Right before the woods had closed down due to the heat and record dryness, the guys had been involved in some 'high lead' logging. In a nutshell, you strung a cable between a couple of tall trees located on different mountains and then passed the felled trees from one area to the other to get across deep valleys and gorges and rivers and stuff. The idea light bulb in my head began to flicker like a dying ember. We could string a cable across the two big pines in the meadow. We could attach a cable mid span to that cable and run it all the way up to the barn trolley track. We could hook a pulley up at the junction of this cable across the trees and attach it to the old farm truck. The Flame could drive the farm truck toward the barn as fast as it would go and pull the Bear's'cat down this cable in the opposite direction.

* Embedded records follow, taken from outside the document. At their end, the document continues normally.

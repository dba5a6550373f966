import { afterAll, beforeAll, describe, expect, it } from 'vitest';
import { watchersResponseSchema } from '@biasproof/shared';
import { createTestApp } from '../../test-support/test-app.ts';
import { TEST_PASSWORD } from '../../test-support/fixtures.ts';
import {
  auditEvents,
  createTeam,
  expectShape,
  newProject,
  newWorksheet,
  type Team,
} from '../../test-support/team.ts';
import { dividerDraft } from '../../worksheets/__tests__/worksheet-drafts.ts';
import { drainOutbox, outboxOf } from './review-mail.ts';

describe('review: watchers and the signed e-mail', () => {
  const t = createTestApp();
  let team: Team;
  beforeAll(async () => {
    team = await createTeam(t);
  });
  afterAll(() => t.close());

  it('when a member watches a worksheet that is then signed, then the signed e-mail reaches author, checker and watcher once each, with the report link', async () => {
    const { ann, kim, abe, max, bob } = team.as;
    const projectId = (await newProject(ann)).id;
    const ws = await newWorksheet(ann, projectId, dividerDraft());
    await ann.patch(`/worksheets/${ws.id}`, {
      version: 1,
      checkerId: team.people.kim!.id,
      approverId: team.people.abe!.id,
    });

    const watched = await max.put(`/worksheets/${ws.id}/watchers/me`);
    await max.put(`/worksheets/${ws.id}/watchers/me`); // twice: still one watcher, one event
    await bob.put(`/worksheets/${ws.id}/watchers/me`);
    const unwatched = await bob.delete(`/worksheets/${ws.id}/watchers/me`);
    await ann.put(`/worksheets/${ws.id}/watchers/me`); // the author watching gets one mail, not two

    expect(watched.status).toBe(200);
    expectShape(watchersResponseSchema, watched.body);
    expect(watched.body).toEqual({
      watching: true,
      watchers: [{ id: team.people.max!.id, name: team.people.max!.name }],
    });
    expect(unwatched.body.watching).toBe(false);
    expect(await auditEvents(t, team.org.id, 'worksheet.watch-started')).toHaveLength(3);
    expect(await auditEvents(t, team.org.id, 'worksheet.watch-stopped')).toHaveLength(1);
    expect((await kim.get(`/worksheets/${ws.id}/watchers`)).body.watchers).toHaveLength(2);

    const step = (api: typeof ann, body: object) =>
      api.post(`/worksheets/${ws.id}/transitions`, body);
    expect((await step(ann, { action: 'submit', version: 2 })).status).toBe(200);
    expect((await step(kim, { action: 'accept', version: 3 })).status).toBe(200);
    const signed = await step(abe, {
      action: 'sign',
      version: 4,
      meaning: 'Reviewed',
      password: TEST_PASSWORD,
    });
    expect(signed.status).toBe(200);

    await drainOutbox(t, team.org.id);
    const mails = (await outboxOf(t, team.org.id, ws.id)).filter(
      (m) => m.kind === 'worksheet.signed',
    );
    expect(mails.map((m) => m.to_address).sort()).toEqual(
      [team.people.ann!.email, team.people.kim!.email, team.people.max!.email].sort(),
    );
    const report = `/api/orgs/${team.org.id}/worksheets/${ws.id}/revisions/A/report.pdf`;
    for (const m of mails) {
      expect(m.text_body).toContain(report);
      expect(m.html_body).toContain(`${report}"`);
      expect(m.sent_at).not.toBeNull();
    }
  });

  it('when someone watches a worksheet that does not exist, then 404 and nothing is stored', async () => {
    const res = await team.as.max.put(
      '/worksheets/00000000-0000-4000-8000-000000000000/watchers/me',
    );
    expect(res.status).toBe(404);
  });
});
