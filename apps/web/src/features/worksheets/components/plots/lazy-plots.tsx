import { lazy, Suspense, type ComponentProps } from 'react';

/** The plots and their charting library load only when a view that draws one opens. */
const Bode = lazy(() =>
  import('@/features/worksheets/components/plots/bode-plot.tsx').then((m) => ({
    default: m.BodePlot,
  })),
);
const LoadLine = lazy(() =>
  import('@/features/worksheets/components/plots/load-line-plot.tsx').then((m) => ({
    default: m.LoadLinePlot,
  })),
);

function Drawing() {
  return <p className="py-8 text-center text-sm text-ink-600">Drawing the plot…</p>;
}

export function LazyBodePlot(props: ComponentProps<typeof Bode>) {
  return (
    <Suspense fallback={<Drawing />}>
      <Bode {...props} />
    </Suspense>
  );
}

export function LazyLoadLinePlot(props: ComponentProps<typeof LoadLine>) {
  return (
    <Suspense fallback={<Drawing />}>
      <LoadLine {...props} />
    </Suspense>
  );
}
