// The review tests' view of e-mail: the outbox rows a worksheet caused, a dispatcher pass that
// sends them, and maildev's copies read back.
import { expect } from 'vitest';
import type { TestApp } from '../../test-support/test-app.ts';
import { systemRows } from '../../test-support/fixtures.ts';
import { listEmails, waitForEmailWhere } from '../../test-support/maildev.ts';
import { dispatchOutbox } from '../../outbox/dispatcher.ts';

export interface MailRow {
  id: string;
  kind: string;
  to_address: string;
  subject: string;
  text_body: string;
  html_body: string | null;
  link: string | null;
  sent_at: Date | null;
}

/** The organization's outbox rows about one worksheet (their text carries its link). */
export async function outboxOf(t: TestApp, orgId: string, worksheetId: string) {
  const rows = await systemRows<MailRow>(
    t,
    `SELECT id, kind, to_address, subject, text_body, html_body, link, sent_at
       FROM outbox_messages WHERE org_id = $1 ORDER BY created_at, id`,
    [orgId],
  );
  return rows.filter((r) => r.text_body.includes(`/worksheets/${worksheetId}`));
}

/** Runs the dispatcher over one organization's messages until none is left to send. */
export async function drainOutbox(t: TestApp, orgId: string): Promise<void> {
  for (;;) {
    const { sent, failed } = await dispatchOutbox(t.sequelize, t.mailer, { orgId, batch: 50 });
    expect(failed).toBe(0);
    if (sent === 0) return;
  }
}

const sameText = (a: string | undefined, b: string) =>
  (a ?? '').replace(/\s+/g, ' ').trim() === b.replace(/\s+/g, ' ').trim();

/**
 * Each row arrived in maildev exactly once, to its recipient, with its subject and text, and the
 * worksheet link in both the text and the HTML part.
 */
export async function expectDelivered(rows: readonly MailRow[], link: string): Promise<void> {
  const matches = (r: MailRow) => (m: Awaited<ReturnType<typeof listEmails>>[number]) =>
    m.to.some((to) => to.address.toLowerCase() === r.to_address.toLowerCase()) &&
    m.subject === r.subject &&
    sameText(m.text, r.text_body);
  for (const r of rows) {
    const mail = await waitForEmailWhere(r.to_address, matches(r));
    expect(mail.text).toContain(link);
    expect(mail.html).toContain(`href="${link}"`);
  }
  const all = await listEmails();
  for (const r of rows) expect(all.filter(matches(r)), r.subject).toHaveLength(1);
}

When I reached the end of the line, I mean cable, I would hit the latch and float free. "I'll climb out at full power to the West to take advantage of the prevailing wind to help with lift" I instructed the Flame. "I'll bank North and then East and come right down the road". "When I get up to the lake, I'll start my down wind and drop the gear and bring the power down". "Make sure you don't get in the way when I bring her in 'cause I'll be coming in hot". We chuckled at the sheer genius of our little plan. Took us two days to string the cables even with the use of the farm truck and an old John Deere tractor (Grampa:"You get it started, you can drive it") (on a side note, I figured that went for the motorcycle in the garage too, but that's another story). Day three found the Bear's'cat hanging from the trolley in the loft of the barn, gear up, flaps up, tank full, warmed up. I had Gramps's leather coat on ("probably cold up there at altitude") and his leather aviator motorcycle headgear as I scrunched down at the controls. The Flame sat idling at the end of the pasture. At a prearranged signal, the Flame would accelerate as hard as possible. I brought the power up. Dust and debris and hay blew out the back of the upper door of the loft. The Bear'scat tugged forward, hanging from the trolley. I gave the signal. The engine responded with a healthy roar at full power.